Beklentilerimin çok üstünde bir filmdi.
İlk olarak gözümde artık bambaşka bir konuma oturan Zendaya’dan, filmin gerçek starından başlamak istiyorum. Bundan böyle de ondan kısaltma olsun diye Ayşe diye bahsedeceğim. Ayşeye ve oyunculuk yeteneğine karşı önyargılıydım en başta, ama tüm önyargılarımı yıkmayı başardı. Gerçekten oyuncuymuş, inanılmaz bir performans sergilemiş.
Ayşe inanılmaz hırslı, yetenekli, egoist. Her şeyi tenis.
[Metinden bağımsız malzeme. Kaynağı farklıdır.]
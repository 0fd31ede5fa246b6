"""Everything that a finished fusion knows, for the products; and its evidence on associations."""

from __future__ import annotations

from dataclasses import dataclass

import numpy as np
from numpy.typing import NDArray

from jointmap.graph.calibrate import Calibration
from jointmap.graph.noise import Noise
from jointmap.graph.problem import Problem, State
from jointmap.graph.start import StartResult
from jointmap.ingest.survey import Survey
from jointmap.solve.associations import Evidence, Review
from jointmap.solve.decisions import Decisions
from jointmap.solve.optimise import Optimised
from jointmap.solve.session import own_landmarks
from jointmap.solve.system import System
from jointmap.trust.constants import Constants
from jointmap.trust.holdout import HoldOut
from jointmap.trust.quality import Quality

Floats = NDArray[np.float64]
Ints = NDArray[np.int64]


@dataclass(frozen=True)
class Outcome:
    """The last state of a fusion: all decisions, values, covariances and how it was reached."""

    survey: Survey
    problem: Problem
    noise: Noise
    calibration: Calibration
    decisions: Decisions
    review: Review | None
    system: System
    state: State
    quality: Quality
    start: StartResult
    optimised: Optimised
    settled: bool
    notes: tuple[str, ...]
    holdout: HoldOut
    constants: Constants | None = None


def association_evidence(
    problem: Problem, system: System, state: State, quality: Quality
) -> Evidence:
    """What an assessed solve says about the associations."""
    own = own_landmarks(problem).landmark
    key = system.layout.key_of_landmark
    component = np.where(key >= 0, system.component[np.maximum(key, 0)], -1)
    statistic, dof = np.zeros(0), np.zeros(0)
    if quality.links is not None:
        statistic, dof = quality.links.statistic()
    return Evidence(
        linked=system.links.track,
        statistic=statistic,
        dof=dof,
        own=own,
        shared=problem.tracks.claim,
        positions=state.landmarks,
        component=component,
        joint=lambda a, b: joint_positions(system, state, quality, a, b),
    )


def joint_positions(system: System, state: State, quality: Quality, a: Ints, b: Ints) -> Floats:
    """Joint covariance (n, 2 dim, 2 dim) of the positions of landmark pairs, map axes."""
    dim = system.problem.dimension
    n = len(a)
    out = np.zeros((n, 2 * dim, 2 * dim))
    oriented = system.oriented
    for first in (False, True):
        for second in (False, True):
            rows = np.flatnonzero((oriented[a] == first) & (oriented[b] == second))
            if not len(rows):
                continue
            keys = system.layout.key_of_landmark
            joint = quality.factor.joint(keys[a[rows]], keys[b[rows]])
            pick_a = position_rows(system, state, a[rows])
            pick_b = position_rows(system, state, b[rows])
            pick = np.zeros((len(rows), 2 * dim, joint.shape[1]))
            pick[:, :dim, : pick_a.shape[2]] = pick_a
            pick[:, dim:, pick_a.shape[2] :] = pick_b
            out[rows] = pick @ joint @ np.swapaxes(pick, 1, 2)
    return out


def position_rows(system: System, state: State, landmarks: Ints) -> Floats:
    """Derivative (n, dim, d) of a landmark's position by its own tangent; all of one kind."""
    dim = system.problem.dimension
    if not system.oriented[landmarks[0]]:
        return np.broadcast_to(np.eye(dim), (len(landmarks), dim, dim))
    assert state.orientations is not None
    turn = state.orientations[landmarks]
    zero = np.zeros((len(landmarks), dim, 1 if dim == 2 else 3))
    return np.concatenate([turn, zero] if dim == 2 else [zero, turn], axis=2)
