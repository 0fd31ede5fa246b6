"""Trust of every stretch of trajectory and every landmark.

What lies outside a robot's first and last observation that the other data check is dead reckoning,
and is called ``unchecked``. Between two such observations the trajectory is held from both sides;
it is ``weak`` where odometry alone carries it so far that its drift exceeds twice the sigma that
the robot's observed poses usually have, or where for a while everything rests on one single
landmark, whose error or wrong label nothing would reveal. An observation or a landmark counts as
checked by its redundancy: below 0.1 it is weak, below 0.01 unchecked.
"""

from __future__ import annotations

from dataclasses import dataclass

import numpy as np
from numpy.typing import NDArray

from jointmap.graph.problem import Problem
from jointmap.solve.system import Part, System
from jointmap.trust.quality import Quality
from jointmap.trust.redundancy import UNCHECKED, WEAK

Ints = NDArray[np.int64]
Floats = NDArray[np.float64]
Bools = NDArray[np.bool_]

CHECKED_CODE, WEAK_CODE, UNCHECKED_CODE = 0, 1, 2
#: A stretch is weak when odometry alone drifts by more than this many usual sigmas over it.
DRIFT_RATIO = 2.0
#: Seeing one single target for longer than this on either side is resting on it alone.
WHILE_S = 20.0
_EXTERNAL = ("sighting", "encounter", "fix", "closure")


@dataclass(frozen=True)
class Trust:
    """Codes 0 checked, 1 weak, 2 unchecked.

    ``keyframe`` (K,); ``interval`` (K,) of the stretch from each keyframe to the robot's next one
    (the last of a robot repeats its keyframe); ``landmark`` (L,), 2 for landmarks without value.
    ``keyframes_seeing`` (L,) counts the checked or weak keyframes that see a landmark.
    """

    keyframe: Ints
    interval: Ints
    landmark: Ints
    keyframes_seeing: Ints


def judge_trust(
    problem: Problem,
    system: System,
    quality: Quality,
    n_landmarks: int,
    sigma: Floats | None = None,
) -> Trust:
    """Trust codes of a finished solve.

    Parameters
    ----------
    sigma : (K,) claimed standard deviation of each keyframe's position in its worst direction, in
        the datum of the result; None (the datum is still to be chosen): drift is not judged
    """
    k = len(problem.keyframes.t_s)
    sigma = np.full(k, np.inf) if sigma is None else sigma
    drift2 = np.full(k, np.inf)
    events: list[tuple[Ints, Ints]] = []
    for part, stats in zip(system.parts, quality.parts, strict=True):
        block = part.block
        if block.kind == "odometry":
            inverse = np.linalg.inv(part.whiten)
            place = slice(0, 2) if problem.dimension == 2 else slice(3, 6)
            covariance = (inverse @ np.swapaxes(inverse, 1, 2))[:, place, place]
            drift2[part.key_a] = np.linalg.eigvalsh(covariance)[:, -1]
        elif block.kind in _EXTERNAL:
            good = stats.numbers.max(axis=1) > WEAK
            target = _target(part)
            events.append((part.key_a[good], target[good]))
            if block.kind in ("encounter", "closure"):
                events.append((part.key_b[good], -1 - part.key_a[good]))
    keyframe = np.full(k, UNCHECKED_CODE, dtype=np.int64)
    interval = np.full(k, UNCHECKED_CODE, dtype=np.int64)
    at = np.concatenate([e[0] for e in events] or [np.zeros(0, np.int64)])
    target = np.concatenate([e[1] for e in events] or [np.zeros(0, np.int64)])
    order = np.lexsort((target, at))
    at, target = at[order], target[order]
    for r in range(len(problem.robots)):
        lo, hi = problem.keyframes.first[r], problem.keyframes.first[r + 1]
        mine = slice(*np.searchsorted(at, [lo, hi]))
        keyframe[lo:hi], interval[lo:hi] = _stretches(
            problem.keyframes.t_s[lo:hi], at[mine] - lo, target[mine], drift2[lo:hi], sigma[lo:hi]
        )
    landmark, seeing = _landmarks(system, quality, keyframe, n_landmarks)
    return Trust(keyframe, interval, landmark, seeing)


def _target(part: Part) -> Ints:
    """A number for what each row looked at; fixes and closures are never the same thing twice."""
    if part.landmark is not None:
        return part.landmark
    if part.block.kind == "encounter":
        return -1 - part.key_b
    return -1 - np.arange(len(part.index)) - (1 << 40)


def _stretches(
    t_s: Floats, at: Ints, target: Ints, drift2: Floats, sigma: Floats
) -> tuple[Ints, Ints]:
    """Codes (k,) of one robot's keyframes and of the stretch behind each.

    ``at`` (e,) keyframe of each checked observation, in order; ``target`` (e,) what it looked at.
    """
    n = len(t_s)
    keyframe = np.full(n, UNCHECKED_CODE, dtype=np.int64)
    interval = np.full(n, UNCHECKED_CODE, dtype=np.int64)
    if not len(at):
        return keyframe, interval
    anchors = np.unique(at)
    drift = np.sqrt(np.add.reduceat(drift2, anchors))
    far = drift > DRIFT_RATIO * float(np.median(sigma[anchors]))
    alone = _alone(t_s, at, target, anchors)
    lonely = alone.copy()
    lonely[:-1] = alone[:-1] & alone[1:]
    code = np.where(far | lonely, WEAK_CODE, CHECKED_CODE)
    which = np.searchsorted(anchors, np.arange(n), side="right") - 1
    inside = (which >= 0) & (which < len(anchors) - 1)
    interval[inside] = code[which[inside]]
    keyframe[inside] = interval[inside]
    keyframe[anchors] = np.where(alone, WEAK_CODE, CHECKED_CODE)
    return keyframe, interval


def _alone(t_s: Floats, at: Ints, target: Ints, anchors: Ints) -> Bools:
    """Anchors (a,) around which, within a while, nothing but one target is seen."""
    stamp = t_s[at]
    change = np.flatnonzero(np.diff(target)) + 1
    before = np.searchsorted(change, np.arange(len(at)), side="right") - 1
    last_other = np.where(before >= 0, stamp[change[np.maximum(before, 0)] - 1], -np.inf)
    after = before + 1
    more = after < len(change)
    index = np.minimum(after, max(len(change) - 1, 0))
    next_other = np.where(more, stamp[change[index]] if len(change) else np.inf, np.inf)
    single = (stamp - last_other > WHILE_S) & (next_other - stamp > WHILE_S)
    out = np.ones(len(t_s), dtype=bool)
    np.logical_and.at(out, at, single)
    return out[anchors]


def _landmarks(
    system: System, quality: Quality, keyframe: Ints, n_landmarks: int
) -> tuple[Ints, Ints]:
    """A landmark is checked by its sightings' redundancy, counted once per burst."""
    best = np.zeros(n_landmarks)
    bursts = np.zeros(n_landmarks, dtype=np.int64)
    seeing = np.zeros(n_landmarks, dtype=np.int64)
    for part, stats in zip(system.parts, quality.parts, strict=True):
        if part.block.kind == "control" and part.landmark is not None:
            best[part.landmark] = 1.0
        if part.block.kind != "sighting" or part.landmark is None:
            continue
        shares = np.stack([part.landmark, part.block.burst], axis=1)
        _, first = np.unique(shares, axis=0, return_index=True)
        np.add.at(best, part.landmark[first], stats.numbers.min(axis=1)[first])
        np.add.at(bursts, part.landmark[first], 1)
        views = np.unique(np.stack([part.landmark, part.key_a], axis=1), axis=0)
        good = keyframe[views[:, 1]] < UNCHECKED_CODE
        np.add.at(seeing, views[good, 0], 1)
    # A shared landmark is seen through the tracks that are tied to it.
    for counts in (best, bursts, seeing):
        np.add.at(counts, system.links.shared, counts[system.links.own])
        counts[system.links.own] = counts[system.links.shared]
    code = np.where(
        (best > WEAK) & (bursts > 1),
        CHECKED_CODE,
        np.where(best > UNCHECKED, WEAK_CODE, UNCHECKED_CODE),
    )
    return code.astype(np.int64), seeing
Dolayısıyla da sakatlanınca ve tüm hayalleri suya düşünce, kendi erişemeyeceği hayallerine başkası üzerinden erişmeye çalışıyor. O yüzden sevgilisini bile değişiyor, o zamana kadar daha başına buyruk ve kendi duruşu olan Patrick’i bırakıp yerine uysal Art’ı koyuyor. Ayşede karşılıksız sevgi yok gibi neredeyse. Ona “I love you” diyen Art’a “I know” diye cevap veren bir kadın bu.

Diğer iki karakterimiz Patrick ve Art da çok enteresan. Patrick de Art da başta gerçek başarı için gereken her şeye sahip değiller. İkisi de çok yetenekli, ancak eksikleri var. Patrick’te o hırs, o “drive” eksik. Tam potansiyelini açığa çıkartamıyor dolayısıyla, profesyonel sporcu adam sigara içiyor bir kere. Art’da da yeterli özgüven yok, kendinden emin değil. Mental olarak zayıf, Ayşe bunu eline kukla gibi alıp oynatmaya başlayınca ancak o zaman gerçek başarıya ulaşabiliyor. O zaman bile asıl başarı Ayşeye ait ama, Art’ın eksik olan iradesini Ayşe tamamlıyor.
Bir de bunların tenisle olan ilişkilerinden ayrı birbirleriyle de çok ilginç bir ilişkileri var. Art da Patrick de tek başlarına Ayşeyi tatmin edemiyorlar, ikisini toplasan Ayşeye yeter mi o da şüpheli. Ayşe bu ikisini de ihtiyacına göre kullanıyor. Bir de bu ikisinin kendi aralarında çok derin bir bağ var, son sahnede o bağın çok darbe almasına rağmen kopmadığını da görebiliyoruz.
Son sahneye kadar çok iyi gitmişti. Filmin kurgusu olsun, zaman örgüsü ve deli müzikleri olsun hep çok başarılı. Müzikler hele çok uymuş. Çok sert ve hızlı her şey, tıpkı Ayşe gibi. Bu tarz lineer olmayan olay örgülerini tutturmak zordur, çok iyi iş çıkarmışlar.
Sondaki climax, Patrick’in Art’la sözsüz girdiği iletişim fevkaladeydi. Ondan sonra Patrick’in Art’ ezmesini bekledim ve kardeşlik kazanınca bir garip oldum. Ancak üstüne düşündükçe sonu daha da çok beğeniyorum. Bu adamların arasında Ayşeden bağımsız derin bir sevgi ve bağ var, bunu çok güzel başarmayı becermişler.
Araya kadın girdikten sonra dostluğun bozulmaması mümkün mü? Ayşe farklı karakterde bir kadın olsaydı sonuç farklı olur muydu? Bu soruların cevabı bende yok, ancak film harika, o konuda eminim.